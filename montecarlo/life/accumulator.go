package life

import (
	"fmt"
	"math"
)

// Grid is a fixed logarithmic grid of cycle numbers
// 10^MinExp, 10^(MinExp + 1/PerDecade), …, 10^MaxExp.
type Grid struct {
	MinExp, MaxExp int // first and last decade exponent, 0 ≤ MinExp < MaxExp ≤ 30
	PerDecade      int // points per decade, 1…1000
}

// DefaultGrid runs from 10² to 10¹² cycles with 100 points per decade
// (1001 points): neighbouring points differ by the factor 10^(1/100) =
// 1.0233 (2.3 %), about 0.08 standard deviations of ln N for a typical
// bolt life scatter (sd(log10 N) ≈ 0.13, reference-data-2 A3).
var DefaultGrid = Grid{MinExp: 2, MaxExp: 12, PerDecade: 100}

// Validate checks the grid's ranges.
func (g Grid) Validate() error {
	if !(g.MinExp >= 0 && g.MinExp < g.MaxExp && g.MaxExp <= 30) {
		return fmt.Errorf("life: grid exponents %d…%d: allowed 0 ≤ MinExp < MaxExp ≤ 30", g.MinExp, g.MaxExp)
	}
	if !(g.PerDecade >= 1 && g.PerDecade <= 1000) {
		return fmt.Errorf("life: grid points per decade %d: allowed 1…1000", g.PerDecade)
	}
	return nil
}

// Points returns the grid's cycle numbers. Whole decades are exact.
func (g Grid) Points() []float64 {
	n := (g.MaxExp-g.MinExp)*g.PerDecade + 1
	p := make([]float64, n)
	for j := range p {
		e, k := g.MinExp+j/g.PerDecade, j%g.PerDecade
		p[j] = math.Pow10(e)
		if k != 0 {
			p[j] *= math.Pow(10, float64(k)/float64(g.PerDecade))
		}
	}
	return p
}

// Resolution returns the ratio of neighbouring grid points, 10^(1/PerDecade).
func (g Grid) Resolution() float64 { return math.Pow(10, 1/float64(g.PerDecade)) }

// Accumulator counts simulated lives (cycles to failure, +Inf for a sample
// that never fails) on a Grid. Counts are integers: accumulators filled from
// any split of the samples and merged in any order hold identical counts.
//
// Cell 0 holds lives ≤ g[0]; cell k (1 ≤ k < len(g)) holds lives in
// (g[k−1], g[k]]; cell len(g) holds finite lives above the grid; lives of
// +Inf are counted apart. The count of lives ≤ the design life is exact
// whatever the design life.
type Accumulator struct {
	grid     Grid
	points   []float64
	counts   []int64
	never    int64 // +Inf lives
	n        int64
	design   float64
	byDesign int64 // lives ≤ design
	logMin   float64
	perDec   float64
}

// NewAccumulator returns an empty accumulator on grid g that also counts
// the lives ≤ designLife (a finite number of cycles > 0).
func NewAccumulator(g Grid, designLife float64) (*Accumulator, error) {
	if err := g.Validate(); err != nil {
		return nil, err
	}
	if !(designLife > 0 && designLife < math.Inf(1)) {
		return nil, fmt.Errorf("life: design life %g cycles: allowed a finite number > 0", designLife)
	}
	pts := g.Points()
	return &Accumulator{
		grid: g, points: pts, counts: make([]int64, len(pts)+1), design: designLife,
		logMin: float64(g.MinExp), perDec: float64(g.PerDecade),
	}, nil
}

// Add counts one simulated life in cycles: a number ≥ 0, or +Inf for a
// sample that never fails. It does not allocate. A NaN or negative life is
// a programmer error and panics.
func (a *Accumulator) Add(life float64) {
	if !(life >= 0) {
		panic(fmt.Sprintf("life: Accumulator.Add(%g): a life must be ≥ 0 or +Inf", life))
	}
	a.n++
	if life <= a.design {
		a.byDesign++
	}
	if math.IsInf(life, 1) {
		a.never++
		return
	}
	a.counts[a.cell(life)]++
}

// cell returns the index of the cell holding a finite life.
func (a *Accumulator) cell(life float64) int {
	last := len(a.points) - 1
	switch {
	case life <= a.points[0]:
		return 0
	case life > a.points[last]:
		return last + 1
	}
	k := int(math.Ceil((math.Log10(life) - a.logMin) * a.perDec))
	k = min(max(k, 1), last)
	// the stored points define the cells: correct the rounding of Log10
	for k > 1 && life <= a.points[k-1] {
		k--
	}
	for life > a.points[k] {
		k++
	}
	return k
}

// Merge adds the counts of b, which must have the same grid and design
// life (a programmer error otherwise: it panics).
func (a *Accumulator) Merge(b *Accumulator) {
	if a.grid != b.grid || a.design != b.design {
		panic("life: Merge of accumulators with different grids or design lives")
	}
	for i, c := range b.counts {
		a.counts[i] += c
	}
	a.never += b.never
	a.n += b.n
	a.byDesign += b.byDesign
}

// Reset empties the accumulator, keeping its grid and design life.
func (a *Accumulator) Reset() {
	clear(a.counts)
	a.never, a.n, a.byDesign = 0, 0, 0
}

// Grid returns the accumulator's grid.
func (a *Accumulator) Grid() Grid { return a.grid }

// Points returns a copy of the grid points.
func (a *Accumulator) Points() []float64 { return append([]float64(nil), a.points...) }

// N returns the number of lives counted.
func (a *Accumulator) N() int64 { return a.n }

// Failures returns the number of finite lives (samples that fail at all).
func (a *Accumulator) Failures() int64 { return a.n - a.never }

// FailuresBy returns the number of lives ≤ the grid point j (exact).
func (a *Accumulator) FailuresBy(j int) int64 {
	var s int64
	for _, c := range a.counts[:j+1] {
		s += c
	}
	return s
}

// DesignLife returns the design life the accumulator counts against.
func (a *Accumulator) DesignLife() float64 { return a.design }

// FailuresByDesign returns the number of lives ≤ the design life (exact).
func (a *Accumulator) FailuresByDesign() int64 { return a.byDesign }

// Equal reports whether a and b hold the same grid, design life and counts.
func (a *Accumulator) Equal(b *Accumulator) bool {
	if a.grid != b.grid || a.design != b.design || a.n != b.n || a.never != b.never || a.byDesign != b.byDesign {
		return false
	}
	for i := range a.counts {
		if a.counts[i] != b.counts[i] {
			return false
		}
	}
	return true
}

— Task directions —
If the string "type" appears in a line of the entries, report the line.

— Task response —
type Grid struct {
type Accumulator struct {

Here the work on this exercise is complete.